The feasible region is bounded by these inequalities.
List corner points:
1. Intersection of $ h = 10 $ and $ d = 30 $: $ (10,30) $
2. $ h = 10 $ and $ h + d = 90 $: $ d = 80 $, but $ d \leq 70 $ → not feasible
- So instead: $ d = 70 $, $ h = 10 $: $ (10,70) $ — check total: $ 10 + 70 = 80 \leq 90 $ → OK
3. $ h = 10 $, $ d = 70 $: $ (10,70) $
4. $ d = 70 $, $ h + d = 90 $: $ h = 20 $ → $ (20,70) $
5. $ h = 40 $, $ d = 30 $: $ (40,30) $
6. $ h = 40 $, $ h + d = 90 $: $ d = 50 $ → $ (40,50) $
7. $ d = 30 $, $ h + d = 90 $: $ h = 60 $ → but $ h \leq 40 $ → not feasible
8. So instead: $ h = 40 $, $ d = 50 $ → already listed
9. $ h = 40 $, $ d = 30 $: $ (40,30) $
10. $ h = 40 $, $ d = 50 $: $ (40,50) $
11. $ h = 20 $, $ d = 70 $: $ (20,70) $
12. $ h = 40 $, $ d = 50 $: $ (40,50) $
13. $ h = 40 $, $ d = 30 $: $ (40,30) $
Now list all feasible corner points:
- $ (10,30) $: min h, min d
- $ (10,70) $: min h, max d
- $ (20,70) $: from $ d = 70 $, $ h + d = 90 $ → $ h = 20 $
- $ (40,50) $: $ h = 40 $, $ h + d = 90 $ → $ d = 50 $
- $ (40,30) $: max h, min d
Is $ (40,30) $ feasible? Yes: $ h = 40 \leq 40 $, $ d = 30 \geq 30 $, $ h + d = 70 \leq 90 $
Are there others?
What about $ (40,70) $? $ h + d = 110 > 90 $ → no
$ (10,30) $, $ (10,70) $, $ (20,70) $, $ (40,50) $, $ (40,30) $
Now check if $ (40,30) $ connects directly to $ (40,50) $? Yes, along $ h = 40 $
And $ (20,70) $ to $ (40,50) $? Along $ h + d = 90 $
So the vertices are:
1. $ (10,30) $
2. $ (10,70) $
3. $ (20,70) $
4. $ (40,50) $
5. $ (40,30) $
Now evaluate profit $ P = 0.33h + 0.21d $ at each:
1. $ (10,30) $: $ 0.33(10) + 0.21(30) = 3.3 + 6.3 = 9.60 $
2. $ (10,70) $: $ 0.33(10) + 0.21(70) = 3.3 + 14.7 = 18.00 $
3. $ (20,70) $: $ 0.33(20) + 0.21(70) = 6.6 + 14.7 = 21.30 $
4. $ (40,50) $: $ 0.33(40) + 0.21(50) = 13.2 + 10.5 = 23.70 $
5. $ (40,30) $: $ 0.33(40) + 0.21(30) = 13.2 + 6.3 = 19.50 $
Maximum is $23.70 at $ (40,50) $
So sell 40 hamburgers and 50 hot dogs
Check constraints:
- $ h = 40 $: between 10 and 40 → OK
- $ d = 50 $: between 30 and 70 → OK
- Total: $ 40 + 50 = 90 \leq 90 $ → OK
Yes, feasible.
---
✔ Answer for Problem 2:
> Sell 40 hamburgers and 50 hot dogs to maximize profit ($23.70).
---
✔ Final Answers:
1) Buy 8 Cabinet X and 3 Cabinet Y to maximize storage volume.

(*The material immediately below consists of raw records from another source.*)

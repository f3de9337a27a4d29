// How core code splits work over threads it does not own. Core starts no threads of its own: a
// caller with a worker pool passes a ParallelFor that runs the tasks there; an empty one runs
// them in order on the caller's thread.
//
//   RunTasks(parallel, members, [&](int b) { ... });   // returns when every task finished
#ifndef FORAY_CORE_UTIL_PARALLEL_H_
#define FORAY_CORE_UTIL_PARALLEL_H_

#include <functional>

namespace foray {

// Runs task(i) for every i in [0, tasks), possibly on several threads at once, and returns when
// all have finished.
using ParallelFor = std::function<void(int tasks, const std::function<void(int)>& task)>;

inline void RunTasks(const ParallelFor& parallel, int tasks, const std::function<void(int)>& task) {
  if (parallel && tasks > 1) {
    parallel(tasks, task);
  } else {
    for (int i = 0; i < tasks; ++i) task(i);
  }
}

}  // namespace foray

#endif  // FORAY_CORE_UTIL_PARALLEL_H_
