# What each check is called in a heading, and the unit of its "worst" figure.
CHECK_TITLES = {"static": "Static blocking (leakage and grading resistors)",
                "dynamic": "Turn-off by charge balance",
                "transient": "Simulated turn-off",
                "parallel": "Current sharing of the parallel branches",
                "thermal": "Junction temperatures and thermal runaway"}


def _environment() -> jinja2.Environment:
    templates = resources.files("stringcheck.report") / "templates"
    environment = jinja2.Environment(
        loader=jinja2.FunctionLoader(lambda name: (templates / name).read_text(encoding="utf-8")),
        autoescape=jinja2.select_autoescape(default=True, default_for_string=True),
        undefined=jinja2.StrictUndefined, trim_blocks=True, lstrip_blocks=True)
    environment.filters["q"] = _quantity
    environment.filters["ratio"] = lambda value: "-" if value is None else f"{value:.3f}"
    environment.filters["prob"] = _probability
    # The figures are our own SVG (report.figures), placed as they are.
    environment.filters["svg"] = Markup
    return environment


def _quantity(value, unit: str = "", digits: int = 3) -> str:
    if value is None:
        return "-"
    if isinstance(value, str):
        return value
    return format_quantity(float(value), unit, digits=digits)


def _probability(value) -> str:
    if value is None:
        return "-"
    return "0" if value == 0 else f"{value:.3g}"


def _worst_text(name: str, check: dict[str, Any]) -> str:
    if "worst_voltage" in check:
        return _quantity(check["worst_voltage"], "V")
    if "worst_share" in check:
        return f"{check['worst_share']:.3f} x mean"
    if "worst_tj" in check:
        return _quantity(check["worst_tj"], "degC")
    return "-"


def _estimator(check: dict[str, Any]) -> str:
    rare = check.get("rare")
    if rare is not None and rare.get("decides"):
        return "importance sampling (" + f"{rare['samples']:,} strings)"
    return "plain Monte Carlo, exact (Clopper-Pearson) interval"


def _checks_rows(data: dict[str, Any]) -> list[dict[str, Any]]:
    rows = []
    for name, check in data["checks"].items():
        rare = check.get("rare")
        deciding = rare if rare is not None and rare.get("decides") else check
        rows.append({"name": name, "title": CHECK_TITLES.get(name, name),
                     "passed": check["passed"], "worst": _worst_text(name, check),
                     "worst_ratio": check.get("worst_ratio"), "p99_ratio": check.get("p99_ratio"),
                     "p_fail": deciding["p_fail"], "ci": deciding["p_fail_ci"],
                     "failures": check.get("failures"), "estimator": _estimator(check)})
    return rows


def _inputs(data: dict[str, Any]) -> dict[str, Any]:
    """The inputs as read, in rows of (key, value as text) per table."""
    inputs = data["inputs"]
    units = {"reverse_voltage": "V", "forward_current": "A", "frequency": "Hz", "di_dt": "A/s",
             "ambient": "degC", "stray_inductance": "H", "resistor": "ohm", "capacitor": "F",
             "damping_resistor": "ohm", "resistor_rated_voltage": "V",
             "capacitor_rated_voltage": "V", "resistor_rated_power": "W", "v_rrm": "V",
             "i_fav": "A", "c_j": "F", "r_th_jc": "K/W", "r_th_cs": "K/W", "t_j_max": "degC",
             "leakage_doubling": "K", "tempco_v_t0": "V/K", "tempco_r_t": "1/K",
             "r_th_sa": "K/W", "path_resistance": "ohm", "at_temperature": "degC",
             "at_voltage": "V", "at_di_dt": "A/s", "at_forward_current": "A"}
    spread_units = {"i_r": "A", "q_rr": "C", "i_rm": "A", "t_rr": "s", "v_t0": "V", "r_t": "ohm"}

    def text(key: str, value: Any, unit: str | None = None) -> str:
        if value is None:
            return "-"
        if isinstance(value, bool):
            return "yes" if value else "no"
        if isinstance(value, str):
            return value
        if isinstance(value, int) and unit is None and key not in units:
            return f"{value:,}"
        if isinstance(value, (int, float)):
            unit = unit if unit is not None else units.get(key, "")
            if key.endswith("tolerance"):
                return f"{value:.3g} (fraction)"
            return _quantity(value, unit)
        return str(value)

    def table(name: str) -> list[tuple[str, str]]:
        return [(key, text(key, value)) for key, value in inputs.get(name, {}).items()
                if not isinstance(value, (dict, list))]

    parts = []
    for name, part in inputs.get("parts", {}).items():
        scalars = [(key, text(key, value)) for key, value in part.items()
                   if not isinstance(value, (dict, list)) and key != "name"]
        spreads = []
        for key, unit in spread_units.items():
            spread = part.get(key)
            if not isinstance(spread, dict):
                continue
            conditions = ", ".join(f"{condition} {text(condition, spread[condition])}"
                                   for condition in ("at_temperature", "at_voltage", "at_di_dt",
                                                     "at_forward_current")
                                   if spread.get(condition) is not None)
            spreads.append({"key": key, "min": text(key, spread.get("min"), unit),
                            "typ": text(key, spread.get("typ"), unit),
                            "max": text(key, spread.get("max"), unit),
                            "typ_assumed": spread.get("typ_assumed"), "conditions": conditions})
        lot = part.get("measured")
        parts.append({"name": name, "scalars": scalars, "spreads": spreads,
                      "lot": lot["file"] if isinstance(lot, dict) else None})
    positions = inputs.get("string", {}).get("positions", [])
    return {"duty": table("duty"), "string": table("string"), "grading": table("grading"),
            "thermal": table("thermal"), "monte_carlo": table("monte_carlo"),
            "sizing": table("sizing"), "parts": parts, "positions": positions}


def _network_rows(network: dict[str, Any] | None) -> list[tuple[str, str, str]]:
    """The grading network's bill of materials and figures: (item, value, note)."""
    if network is None:
        return []
    def q(value, unit: str) -> str:
        return "not given" if value is None else _quantity(value, unit)

    return [
        ("grading resistor R", q(network["resistor"], "ohm"),
         f"rated {q(network['resistor_rated_voltage'], 'V')}, "
         f"{q(network['resistor_rated_power'], 'W')}"),
        ("resistor power (continuous / at the duty)",
         f"{q(network['resistor_power_continuous'], 'W')} / {q(network['resistor_power_duty'], 'W')}",
         "at the worst static stage voltage"),
        ("grading capacitor C", q(network["capacitor"], "F"),
         f"rated {q(network['capacitor_rated_voltage'], 'V')}"),
        ("damping resistor R_d", q(network["damping_resistor"], "ohm"), ""),
        ("worst stage voltage", q(network["worst_stage_voltage"], "V"),
         f"from the {CHECK_WORDS.get(network['worst_stage_voltage_check'], network['worst_stage_voltage_check'])} check"),
        ("grading current", q(network["grading_current"], "A"),
         f"hottest device's maximum leakage {q(network['hottest_max_leakage'], 'A')}"),
        ("grading loss, whole stack", q(network["total_grading_loss"], "W"), "at the nominal share"),
        ("stored energy", f"{q(network['stage_energy'], 'J')} per stage, "
                          f"{q(network['total_energy'], 'J')} in all", ""),
        ("time to fall below 60 V", q(network["discharge_time"], "s"),
         "through the grading resistors, declared capacitance only"),
    ]
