def _wave(path: Path, *, trial, branch, trials, seed, csv_path, worst, width, height,
          png_path=None, svg_path=None, window=None) -> int:
    from stringcheck.checks.transient import trial_limits, trial_trace
    from stringcheck.design.reading import load_design
    from stringcheck.report.waveform import render_wave, waveform_csv

    window_end = None if window is None else _window_end(window)
    design = load_design(path)
    _needs_duty(design, path, "wave")
    output_files.check_output_targets({"--csv": csv_path, "--png": png_path, "--svg": svg_path},
                                      inputs=output_files.design_inputs(design, path))
    result, notes = trial_trace(design, trial, trials=trials, seed=seed, branch=branch)
    limit = trial_limits(design, trial, trials=trials, seed=seed, branch=branch)
    outputs = [] if csv_path is None else \
        [(csv_path, waveform_csv(result.trace, capacitor_voltages=True))]
    if png_path is not None or svg_path is not None:
        outputs += _wave_images(design, result, trial, branch, limit, png_path, svg_path,
                                window_end)
    shown_on = console(stderr=csv_path == "-")
    with output_files.atomic_outputs(outputs), output_files.report_stream(csv_path == "-"):
        render_wave(design.title, trial, branch, result, notes, shown_on, width=width,
                    height=height, worst=worst, limit=limit)
    return EXIT_PASS


def _wave_images(design, result, trial, branch, limits, png_path, svg_path, window_end):
    """The PNG and SVG of one trial's turn-off (``limits``: each stage's, of the trial's own
    devices), as (path, content) for the atomic outputs."""
    from stringcheck.report.figures import wave_figure
    from stringcheck.report.waveform import event_window, trial_waveform

    waveform = trial_waveform(result.trace)
    span = event_window(waveform) if window_end is None else (0.0, window_end)
    title = f"{design.title}: trial {trial}, branch {branch}"
    images = []
    for path, kind in ((png_path, "png"), (svg_path, "svg")):
        if path is not None:
            images.append((path, wave_figure(waveform, limits=list(limits), window=span,
                                             title=title, image=kind)))
    return images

2) Sell 40 hamburgers and 50 hot dogs to maximize profit.
Let me know if you'd like the graphs sketched!
Parent Tip: Review the logic above to help your child master the concept of linear programming word problems worksheet.